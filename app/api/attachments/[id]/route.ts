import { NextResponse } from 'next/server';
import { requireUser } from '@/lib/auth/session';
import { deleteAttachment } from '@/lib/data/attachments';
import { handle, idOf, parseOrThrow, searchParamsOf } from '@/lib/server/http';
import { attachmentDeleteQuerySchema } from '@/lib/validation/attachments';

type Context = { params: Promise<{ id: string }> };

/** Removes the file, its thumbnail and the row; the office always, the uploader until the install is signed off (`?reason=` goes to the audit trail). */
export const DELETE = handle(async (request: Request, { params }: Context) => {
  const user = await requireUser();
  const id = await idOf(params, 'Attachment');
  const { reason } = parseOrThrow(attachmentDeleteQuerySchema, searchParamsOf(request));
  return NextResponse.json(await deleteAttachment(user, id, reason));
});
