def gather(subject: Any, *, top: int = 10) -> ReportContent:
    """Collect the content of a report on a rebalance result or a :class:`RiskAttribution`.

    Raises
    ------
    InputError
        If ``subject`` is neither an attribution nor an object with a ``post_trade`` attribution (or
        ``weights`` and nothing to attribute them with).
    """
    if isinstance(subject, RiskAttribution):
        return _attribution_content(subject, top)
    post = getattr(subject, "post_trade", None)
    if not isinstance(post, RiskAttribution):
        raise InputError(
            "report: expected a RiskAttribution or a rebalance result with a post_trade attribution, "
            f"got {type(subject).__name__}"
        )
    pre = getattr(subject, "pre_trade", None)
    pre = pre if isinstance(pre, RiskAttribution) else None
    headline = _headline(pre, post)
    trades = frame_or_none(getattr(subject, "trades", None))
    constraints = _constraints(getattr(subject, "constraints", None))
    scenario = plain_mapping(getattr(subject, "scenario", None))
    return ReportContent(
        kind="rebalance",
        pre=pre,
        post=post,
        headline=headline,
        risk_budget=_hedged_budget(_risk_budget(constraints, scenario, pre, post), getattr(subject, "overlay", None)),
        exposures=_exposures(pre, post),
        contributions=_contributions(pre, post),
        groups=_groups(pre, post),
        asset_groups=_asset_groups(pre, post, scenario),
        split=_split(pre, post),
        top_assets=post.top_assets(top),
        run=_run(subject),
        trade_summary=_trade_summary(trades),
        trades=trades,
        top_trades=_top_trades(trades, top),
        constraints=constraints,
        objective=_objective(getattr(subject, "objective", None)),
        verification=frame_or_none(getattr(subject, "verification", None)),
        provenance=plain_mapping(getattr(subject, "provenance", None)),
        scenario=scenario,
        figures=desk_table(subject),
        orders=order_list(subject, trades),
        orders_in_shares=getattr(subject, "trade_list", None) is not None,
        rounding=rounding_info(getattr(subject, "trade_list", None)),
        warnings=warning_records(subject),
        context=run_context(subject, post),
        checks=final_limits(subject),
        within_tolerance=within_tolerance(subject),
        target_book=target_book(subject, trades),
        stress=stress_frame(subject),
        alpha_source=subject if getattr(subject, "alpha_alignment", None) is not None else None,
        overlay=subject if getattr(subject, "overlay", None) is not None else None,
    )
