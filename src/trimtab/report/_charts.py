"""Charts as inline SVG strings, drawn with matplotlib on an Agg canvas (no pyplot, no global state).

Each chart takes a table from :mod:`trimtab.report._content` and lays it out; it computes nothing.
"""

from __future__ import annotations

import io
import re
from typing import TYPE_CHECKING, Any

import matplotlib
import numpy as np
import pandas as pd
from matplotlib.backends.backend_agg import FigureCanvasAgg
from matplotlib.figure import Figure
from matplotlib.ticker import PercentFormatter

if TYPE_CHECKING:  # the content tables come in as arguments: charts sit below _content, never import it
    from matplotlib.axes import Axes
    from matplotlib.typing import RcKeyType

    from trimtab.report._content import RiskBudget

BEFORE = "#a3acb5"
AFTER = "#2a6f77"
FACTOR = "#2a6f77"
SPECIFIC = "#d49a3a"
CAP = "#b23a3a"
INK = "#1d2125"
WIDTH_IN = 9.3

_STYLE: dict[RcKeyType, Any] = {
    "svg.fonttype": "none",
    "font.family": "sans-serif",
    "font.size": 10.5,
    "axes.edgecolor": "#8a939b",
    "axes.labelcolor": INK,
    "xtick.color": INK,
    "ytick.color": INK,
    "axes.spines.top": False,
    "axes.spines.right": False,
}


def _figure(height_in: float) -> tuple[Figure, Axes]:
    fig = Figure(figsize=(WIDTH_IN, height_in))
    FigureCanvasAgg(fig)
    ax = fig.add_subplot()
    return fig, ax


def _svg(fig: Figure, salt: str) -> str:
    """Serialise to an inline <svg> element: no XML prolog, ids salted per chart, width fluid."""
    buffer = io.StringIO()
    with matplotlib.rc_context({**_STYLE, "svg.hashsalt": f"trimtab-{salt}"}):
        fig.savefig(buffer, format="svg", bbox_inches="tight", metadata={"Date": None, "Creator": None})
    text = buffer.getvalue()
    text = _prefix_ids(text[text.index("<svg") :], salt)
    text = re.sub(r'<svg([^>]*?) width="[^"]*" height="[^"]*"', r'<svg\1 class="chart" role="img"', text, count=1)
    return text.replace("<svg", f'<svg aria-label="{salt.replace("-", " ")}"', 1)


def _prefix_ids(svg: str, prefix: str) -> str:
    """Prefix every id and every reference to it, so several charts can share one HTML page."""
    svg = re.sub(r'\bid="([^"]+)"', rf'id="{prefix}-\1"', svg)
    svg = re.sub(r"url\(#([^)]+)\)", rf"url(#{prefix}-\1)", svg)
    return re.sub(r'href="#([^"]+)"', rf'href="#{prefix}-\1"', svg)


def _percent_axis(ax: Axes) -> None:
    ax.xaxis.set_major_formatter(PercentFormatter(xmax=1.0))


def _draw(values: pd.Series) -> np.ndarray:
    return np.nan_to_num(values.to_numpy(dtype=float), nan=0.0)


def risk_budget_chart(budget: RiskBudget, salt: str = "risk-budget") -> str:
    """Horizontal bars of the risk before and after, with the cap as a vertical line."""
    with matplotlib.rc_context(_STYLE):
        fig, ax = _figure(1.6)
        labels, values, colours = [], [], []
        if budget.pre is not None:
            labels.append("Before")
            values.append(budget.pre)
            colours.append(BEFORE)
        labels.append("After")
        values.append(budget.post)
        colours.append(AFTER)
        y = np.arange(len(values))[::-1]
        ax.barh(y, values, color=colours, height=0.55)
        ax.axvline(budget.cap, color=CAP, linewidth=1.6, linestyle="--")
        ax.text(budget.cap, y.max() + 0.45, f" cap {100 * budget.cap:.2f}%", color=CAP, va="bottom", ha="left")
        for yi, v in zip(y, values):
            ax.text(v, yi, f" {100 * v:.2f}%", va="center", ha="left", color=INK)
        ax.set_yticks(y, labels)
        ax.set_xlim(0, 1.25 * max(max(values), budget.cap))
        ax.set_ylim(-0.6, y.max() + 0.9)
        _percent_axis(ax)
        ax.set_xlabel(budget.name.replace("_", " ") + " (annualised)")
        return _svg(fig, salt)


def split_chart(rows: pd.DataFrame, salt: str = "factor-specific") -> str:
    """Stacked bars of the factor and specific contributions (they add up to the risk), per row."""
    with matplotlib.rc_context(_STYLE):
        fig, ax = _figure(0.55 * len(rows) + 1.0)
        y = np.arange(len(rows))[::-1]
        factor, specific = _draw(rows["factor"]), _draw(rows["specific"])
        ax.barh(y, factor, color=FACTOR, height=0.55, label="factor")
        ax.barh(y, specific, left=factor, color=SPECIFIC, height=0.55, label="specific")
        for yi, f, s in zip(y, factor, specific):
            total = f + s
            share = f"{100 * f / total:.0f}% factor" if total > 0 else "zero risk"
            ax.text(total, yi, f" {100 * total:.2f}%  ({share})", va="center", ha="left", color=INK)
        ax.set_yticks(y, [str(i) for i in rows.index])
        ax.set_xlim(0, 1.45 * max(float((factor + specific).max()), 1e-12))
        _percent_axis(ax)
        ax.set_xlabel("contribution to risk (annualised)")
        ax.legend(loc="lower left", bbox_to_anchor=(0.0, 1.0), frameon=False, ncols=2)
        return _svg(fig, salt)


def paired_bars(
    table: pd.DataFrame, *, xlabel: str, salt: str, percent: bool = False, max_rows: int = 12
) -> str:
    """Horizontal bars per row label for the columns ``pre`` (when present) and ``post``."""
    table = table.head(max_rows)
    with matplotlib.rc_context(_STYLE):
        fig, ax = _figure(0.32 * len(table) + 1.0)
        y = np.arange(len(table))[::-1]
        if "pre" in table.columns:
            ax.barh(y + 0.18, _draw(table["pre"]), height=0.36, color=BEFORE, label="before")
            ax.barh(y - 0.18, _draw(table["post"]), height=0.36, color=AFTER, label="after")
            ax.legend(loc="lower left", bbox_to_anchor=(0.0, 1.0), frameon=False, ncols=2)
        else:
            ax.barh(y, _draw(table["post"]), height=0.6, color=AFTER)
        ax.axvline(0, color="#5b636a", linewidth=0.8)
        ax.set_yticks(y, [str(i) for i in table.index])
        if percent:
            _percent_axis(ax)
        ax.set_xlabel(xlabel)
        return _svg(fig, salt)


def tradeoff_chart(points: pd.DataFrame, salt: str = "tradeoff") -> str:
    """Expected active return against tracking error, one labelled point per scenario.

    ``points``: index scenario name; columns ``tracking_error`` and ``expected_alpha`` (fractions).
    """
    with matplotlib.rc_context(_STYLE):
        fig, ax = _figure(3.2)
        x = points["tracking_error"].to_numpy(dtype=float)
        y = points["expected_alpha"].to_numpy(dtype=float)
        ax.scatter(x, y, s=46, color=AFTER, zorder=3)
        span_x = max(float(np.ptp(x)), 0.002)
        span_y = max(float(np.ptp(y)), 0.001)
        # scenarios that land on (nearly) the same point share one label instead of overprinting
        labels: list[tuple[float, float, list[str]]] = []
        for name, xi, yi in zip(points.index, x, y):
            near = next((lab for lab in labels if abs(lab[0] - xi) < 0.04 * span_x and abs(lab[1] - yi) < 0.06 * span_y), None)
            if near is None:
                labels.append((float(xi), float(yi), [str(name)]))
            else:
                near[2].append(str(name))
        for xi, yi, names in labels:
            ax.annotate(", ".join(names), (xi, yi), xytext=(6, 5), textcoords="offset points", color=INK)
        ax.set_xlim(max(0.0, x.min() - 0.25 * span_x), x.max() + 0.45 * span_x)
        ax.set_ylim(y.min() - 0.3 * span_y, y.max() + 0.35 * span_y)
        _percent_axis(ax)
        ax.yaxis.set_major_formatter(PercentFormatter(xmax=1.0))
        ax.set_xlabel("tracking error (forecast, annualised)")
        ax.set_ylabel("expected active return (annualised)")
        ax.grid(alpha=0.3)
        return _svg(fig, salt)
* * *
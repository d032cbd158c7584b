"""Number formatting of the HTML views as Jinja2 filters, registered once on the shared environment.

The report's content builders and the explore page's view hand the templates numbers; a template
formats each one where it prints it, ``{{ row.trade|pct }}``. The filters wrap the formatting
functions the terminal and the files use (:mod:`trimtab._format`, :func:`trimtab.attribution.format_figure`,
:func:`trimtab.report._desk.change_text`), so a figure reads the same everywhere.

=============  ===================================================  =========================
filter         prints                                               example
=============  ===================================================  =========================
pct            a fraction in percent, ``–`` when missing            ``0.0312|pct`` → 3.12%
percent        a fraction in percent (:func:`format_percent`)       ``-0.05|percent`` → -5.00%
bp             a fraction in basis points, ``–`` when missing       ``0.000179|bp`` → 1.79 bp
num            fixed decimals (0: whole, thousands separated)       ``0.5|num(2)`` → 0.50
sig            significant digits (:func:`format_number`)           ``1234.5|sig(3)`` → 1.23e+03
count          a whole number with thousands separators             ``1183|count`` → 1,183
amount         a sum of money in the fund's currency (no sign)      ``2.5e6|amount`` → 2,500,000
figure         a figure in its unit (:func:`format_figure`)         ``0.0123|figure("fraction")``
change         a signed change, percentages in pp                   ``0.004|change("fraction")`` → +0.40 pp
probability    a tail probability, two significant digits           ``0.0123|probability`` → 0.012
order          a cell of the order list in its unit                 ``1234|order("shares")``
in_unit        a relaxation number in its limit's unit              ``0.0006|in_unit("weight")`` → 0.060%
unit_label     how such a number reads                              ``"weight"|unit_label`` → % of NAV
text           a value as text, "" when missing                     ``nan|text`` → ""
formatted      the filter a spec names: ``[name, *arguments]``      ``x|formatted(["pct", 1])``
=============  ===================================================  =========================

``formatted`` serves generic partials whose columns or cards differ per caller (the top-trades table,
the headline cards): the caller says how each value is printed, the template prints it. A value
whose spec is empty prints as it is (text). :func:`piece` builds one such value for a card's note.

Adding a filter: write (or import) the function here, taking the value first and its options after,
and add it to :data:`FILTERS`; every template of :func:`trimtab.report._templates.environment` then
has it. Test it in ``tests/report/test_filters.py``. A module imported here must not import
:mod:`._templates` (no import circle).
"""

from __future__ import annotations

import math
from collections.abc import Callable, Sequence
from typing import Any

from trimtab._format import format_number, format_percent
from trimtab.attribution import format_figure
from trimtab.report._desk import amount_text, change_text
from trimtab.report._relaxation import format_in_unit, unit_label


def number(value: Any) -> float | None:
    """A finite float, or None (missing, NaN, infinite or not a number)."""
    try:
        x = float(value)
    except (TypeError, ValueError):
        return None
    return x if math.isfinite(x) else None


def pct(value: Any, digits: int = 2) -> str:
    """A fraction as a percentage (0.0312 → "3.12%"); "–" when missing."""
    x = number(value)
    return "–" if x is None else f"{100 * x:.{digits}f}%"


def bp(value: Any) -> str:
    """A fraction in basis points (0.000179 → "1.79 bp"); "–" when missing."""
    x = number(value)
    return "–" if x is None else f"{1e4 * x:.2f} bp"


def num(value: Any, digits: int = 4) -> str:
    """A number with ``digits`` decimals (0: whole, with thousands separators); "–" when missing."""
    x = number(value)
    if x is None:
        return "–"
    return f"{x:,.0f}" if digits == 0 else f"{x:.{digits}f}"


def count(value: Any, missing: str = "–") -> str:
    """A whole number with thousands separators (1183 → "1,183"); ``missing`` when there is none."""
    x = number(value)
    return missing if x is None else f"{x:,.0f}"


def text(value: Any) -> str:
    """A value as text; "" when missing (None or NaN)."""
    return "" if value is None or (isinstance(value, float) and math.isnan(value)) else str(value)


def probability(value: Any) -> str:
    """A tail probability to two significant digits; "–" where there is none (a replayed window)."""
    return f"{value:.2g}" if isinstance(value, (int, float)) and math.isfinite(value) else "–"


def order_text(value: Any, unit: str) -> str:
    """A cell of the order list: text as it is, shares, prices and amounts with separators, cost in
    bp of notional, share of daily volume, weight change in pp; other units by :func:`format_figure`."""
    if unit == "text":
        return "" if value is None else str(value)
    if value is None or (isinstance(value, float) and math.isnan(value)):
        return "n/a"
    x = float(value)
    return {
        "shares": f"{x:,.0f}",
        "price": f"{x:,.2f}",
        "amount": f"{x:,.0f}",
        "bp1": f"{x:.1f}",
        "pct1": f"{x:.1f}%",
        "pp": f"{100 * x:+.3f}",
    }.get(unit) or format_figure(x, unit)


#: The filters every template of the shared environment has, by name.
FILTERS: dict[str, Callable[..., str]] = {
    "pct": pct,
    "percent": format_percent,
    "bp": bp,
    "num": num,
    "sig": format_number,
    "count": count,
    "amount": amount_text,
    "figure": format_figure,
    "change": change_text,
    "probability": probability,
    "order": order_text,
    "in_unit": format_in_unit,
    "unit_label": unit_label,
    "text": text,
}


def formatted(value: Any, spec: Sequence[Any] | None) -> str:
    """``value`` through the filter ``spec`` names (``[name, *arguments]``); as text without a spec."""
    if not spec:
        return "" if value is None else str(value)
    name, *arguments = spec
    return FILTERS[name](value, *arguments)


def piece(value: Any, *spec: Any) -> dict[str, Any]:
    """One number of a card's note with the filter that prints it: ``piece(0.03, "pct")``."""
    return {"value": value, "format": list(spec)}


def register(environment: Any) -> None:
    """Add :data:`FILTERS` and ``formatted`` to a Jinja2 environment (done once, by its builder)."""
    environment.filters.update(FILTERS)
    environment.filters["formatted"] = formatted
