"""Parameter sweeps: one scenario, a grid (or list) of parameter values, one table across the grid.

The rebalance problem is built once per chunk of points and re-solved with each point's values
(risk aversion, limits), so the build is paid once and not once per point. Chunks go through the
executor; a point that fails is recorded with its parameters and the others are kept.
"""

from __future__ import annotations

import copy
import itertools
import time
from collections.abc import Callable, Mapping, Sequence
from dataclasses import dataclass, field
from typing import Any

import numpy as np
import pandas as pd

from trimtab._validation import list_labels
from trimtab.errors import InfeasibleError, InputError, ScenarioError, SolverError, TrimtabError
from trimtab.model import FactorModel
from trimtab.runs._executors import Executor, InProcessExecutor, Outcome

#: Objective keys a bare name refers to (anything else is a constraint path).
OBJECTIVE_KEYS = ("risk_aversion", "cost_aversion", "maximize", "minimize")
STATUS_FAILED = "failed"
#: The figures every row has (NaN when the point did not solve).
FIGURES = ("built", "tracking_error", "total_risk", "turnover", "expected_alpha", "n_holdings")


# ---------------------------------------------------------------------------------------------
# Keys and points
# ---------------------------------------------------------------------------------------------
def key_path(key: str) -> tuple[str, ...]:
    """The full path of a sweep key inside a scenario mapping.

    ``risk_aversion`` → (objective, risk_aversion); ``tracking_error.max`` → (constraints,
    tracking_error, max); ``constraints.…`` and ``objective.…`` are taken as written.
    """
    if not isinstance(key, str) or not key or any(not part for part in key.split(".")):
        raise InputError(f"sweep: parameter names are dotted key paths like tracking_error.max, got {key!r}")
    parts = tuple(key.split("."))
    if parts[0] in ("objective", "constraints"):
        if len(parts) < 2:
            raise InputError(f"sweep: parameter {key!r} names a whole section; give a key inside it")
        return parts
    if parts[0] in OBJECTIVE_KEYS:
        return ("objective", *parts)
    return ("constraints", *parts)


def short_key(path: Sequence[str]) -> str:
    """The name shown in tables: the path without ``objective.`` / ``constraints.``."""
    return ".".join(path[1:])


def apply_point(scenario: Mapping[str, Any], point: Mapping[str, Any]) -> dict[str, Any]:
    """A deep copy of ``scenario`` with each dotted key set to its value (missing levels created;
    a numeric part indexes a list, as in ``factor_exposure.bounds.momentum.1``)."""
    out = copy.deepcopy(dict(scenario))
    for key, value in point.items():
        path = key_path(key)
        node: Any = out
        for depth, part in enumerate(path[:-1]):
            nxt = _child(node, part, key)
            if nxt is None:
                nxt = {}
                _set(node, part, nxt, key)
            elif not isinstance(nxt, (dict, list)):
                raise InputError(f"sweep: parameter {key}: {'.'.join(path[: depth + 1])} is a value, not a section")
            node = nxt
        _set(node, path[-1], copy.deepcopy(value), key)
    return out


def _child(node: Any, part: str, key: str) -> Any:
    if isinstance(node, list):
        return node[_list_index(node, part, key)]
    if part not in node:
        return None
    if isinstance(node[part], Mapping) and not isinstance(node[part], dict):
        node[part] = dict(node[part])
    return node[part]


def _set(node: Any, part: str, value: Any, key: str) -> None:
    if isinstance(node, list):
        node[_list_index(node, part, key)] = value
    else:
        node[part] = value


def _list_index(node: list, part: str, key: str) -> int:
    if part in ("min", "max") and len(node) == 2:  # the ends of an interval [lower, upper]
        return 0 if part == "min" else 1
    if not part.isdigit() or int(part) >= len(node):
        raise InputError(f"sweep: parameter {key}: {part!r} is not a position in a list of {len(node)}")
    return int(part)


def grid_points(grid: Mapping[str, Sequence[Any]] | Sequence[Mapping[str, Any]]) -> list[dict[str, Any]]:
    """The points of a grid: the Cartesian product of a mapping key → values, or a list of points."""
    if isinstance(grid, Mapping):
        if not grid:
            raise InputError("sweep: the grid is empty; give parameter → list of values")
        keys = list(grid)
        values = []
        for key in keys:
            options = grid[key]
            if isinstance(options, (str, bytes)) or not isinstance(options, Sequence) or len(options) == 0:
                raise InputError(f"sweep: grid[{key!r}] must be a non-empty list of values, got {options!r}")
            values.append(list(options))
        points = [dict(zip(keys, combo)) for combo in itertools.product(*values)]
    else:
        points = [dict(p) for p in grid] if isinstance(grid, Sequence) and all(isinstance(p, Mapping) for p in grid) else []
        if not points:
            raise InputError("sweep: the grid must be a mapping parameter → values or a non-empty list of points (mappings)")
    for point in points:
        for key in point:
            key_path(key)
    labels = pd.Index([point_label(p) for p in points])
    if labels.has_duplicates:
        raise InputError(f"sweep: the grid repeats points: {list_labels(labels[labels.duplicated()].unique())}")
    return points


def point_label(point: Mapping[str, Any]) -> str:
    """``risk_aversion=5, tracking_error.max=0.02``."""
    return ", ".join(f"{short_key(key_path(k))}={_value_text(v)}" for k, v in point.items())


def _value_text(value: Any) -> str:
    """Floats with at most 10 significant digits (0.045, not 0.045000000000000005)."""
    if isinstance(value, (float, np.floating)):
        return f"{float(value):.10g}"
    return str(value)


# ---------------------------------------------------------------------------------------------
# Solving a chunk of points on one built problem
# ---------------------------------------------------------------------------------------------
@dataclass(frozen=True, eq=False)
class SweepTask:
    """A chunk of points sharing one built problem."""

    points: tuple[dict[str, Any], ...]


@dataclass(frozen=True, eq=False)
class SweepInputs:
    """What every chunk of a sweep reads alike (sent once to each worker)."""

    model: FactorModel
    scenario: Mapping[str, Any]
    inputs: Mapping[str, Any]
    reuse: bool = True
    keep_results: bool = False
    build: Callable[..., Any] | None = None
---
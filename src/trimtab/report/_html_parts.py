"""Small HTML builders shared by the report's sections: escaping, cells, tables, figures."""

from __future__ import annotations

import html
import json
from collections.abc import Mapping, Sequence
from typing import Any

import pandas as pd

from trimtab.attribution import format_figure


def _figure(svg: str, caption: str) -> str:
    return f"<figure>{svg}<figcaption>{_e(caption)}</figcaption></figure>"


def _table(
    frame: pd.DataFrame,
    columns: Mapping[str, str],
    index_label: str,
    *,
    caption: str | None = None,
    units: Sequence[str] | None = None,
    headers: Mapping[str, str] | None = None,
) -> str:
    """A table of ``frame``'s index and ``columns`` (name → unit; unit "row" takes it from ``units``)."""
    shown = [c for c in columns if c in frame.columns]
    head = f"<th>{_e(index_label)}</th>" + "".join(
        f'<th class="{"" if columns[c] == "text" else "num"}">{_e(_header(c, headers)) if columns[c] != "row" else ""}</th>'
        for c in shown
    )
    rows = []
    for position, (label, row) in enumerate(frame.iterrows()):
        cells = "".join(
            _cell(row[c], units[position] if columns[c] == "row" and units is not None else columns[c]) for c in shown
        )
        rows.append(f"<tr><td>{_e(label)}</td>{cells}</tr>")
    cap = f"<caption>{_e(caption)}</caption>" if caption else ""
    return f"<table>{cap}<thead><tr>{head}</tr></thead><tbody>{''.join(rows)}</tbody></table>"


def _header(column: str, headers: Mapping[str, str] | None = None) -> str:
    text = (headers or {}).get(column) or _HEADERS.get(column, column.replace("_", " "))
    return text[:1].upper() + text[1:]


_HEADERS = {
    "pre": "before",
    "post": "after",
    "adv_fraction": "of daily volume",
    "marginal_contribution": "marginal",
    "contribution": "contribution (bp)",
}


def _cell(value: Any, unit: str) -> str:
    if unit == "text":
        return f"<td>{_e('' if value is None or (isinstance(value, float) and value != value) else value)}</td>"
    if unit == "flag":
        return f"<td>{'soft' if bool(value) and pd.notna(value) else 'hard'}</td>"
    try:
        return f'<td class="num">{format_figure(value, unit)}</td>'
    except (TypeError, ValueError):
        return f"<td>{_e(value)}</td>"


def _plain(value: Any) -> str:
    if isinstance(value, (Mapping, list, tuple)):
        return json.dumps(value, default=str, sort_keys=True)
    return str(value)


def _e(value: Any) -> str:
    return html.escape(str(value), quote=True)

### Problem to work on:
Once you find the line with "from trimtab._format import" above, print it and every line after it up to and including the line with "separators, cost in", exactly as written and nothing else.

### Solution for this task:
from trimtab._format import format_number, format_percent
from trimtab.attribution import format_figure
from trimtab.report._desk import amount_text, change_text
from trimtab.report._relaxation import format_in_unit, unit_label


def number(value: Any) -> float | None:
    """A finite float, or None (missing, NaN, infinite or not a number)."""
    try:
        x = float(value)
    except (TypeError, ValueError):
        return None
    return x if math.isfinite(x) else None


def pct(value: Any, digits: int = 2) -> str:
    """A fraction as a percentage (0.0312 → "3.12%"); "–" when missing."""
    x = number(value)
    return "–" if x is None else f"{100 * x:.{digits}f}%"


def bp(value: Any) -> str:
    """A fraction in basis points (0.000179 → "1.79 bp"); "–" when missing."""
    x = number(value)
    return "–" if x is None else f"{1e4 * x:.2f} bp"


def num(value: Any, digits: int = 4) -> str:
    """A number with ``digits`` decimals (0: whole, with thousands separators); "–" when missing."""
    x = number(value)
    if x is None:
        return "–"
    return f"{x:,.0f}" if digits == 0 else f"{x:.{digits}f}"


def count(value: Any, missing: str = "–") -> str:
    """A whole number with thousands separators (1183 → "1,183"); ``missing`` when there is none."""
    x = number(value)
    return missing if x is None else f"{x:,.0f}"


def text(value: Any) -> str:
    """A value as text; "" when missing (None or NaN)."""
    return "" if value is None or (isinstance(value, float) and math.isnan(value)) else str(value)


def probability(value: Any) -> str:
    """A tail probability to two significant digits; "–" where there is none (a replayed window)."""
    return f"{value:.2g}" if isinstance(value, (int, float)) and math.isfinite(value) else "–"


def order_text(value: Any, unit: str) -> str:
    """A cell of the order list: text as it is, shares, prices and amounts with separators, cost in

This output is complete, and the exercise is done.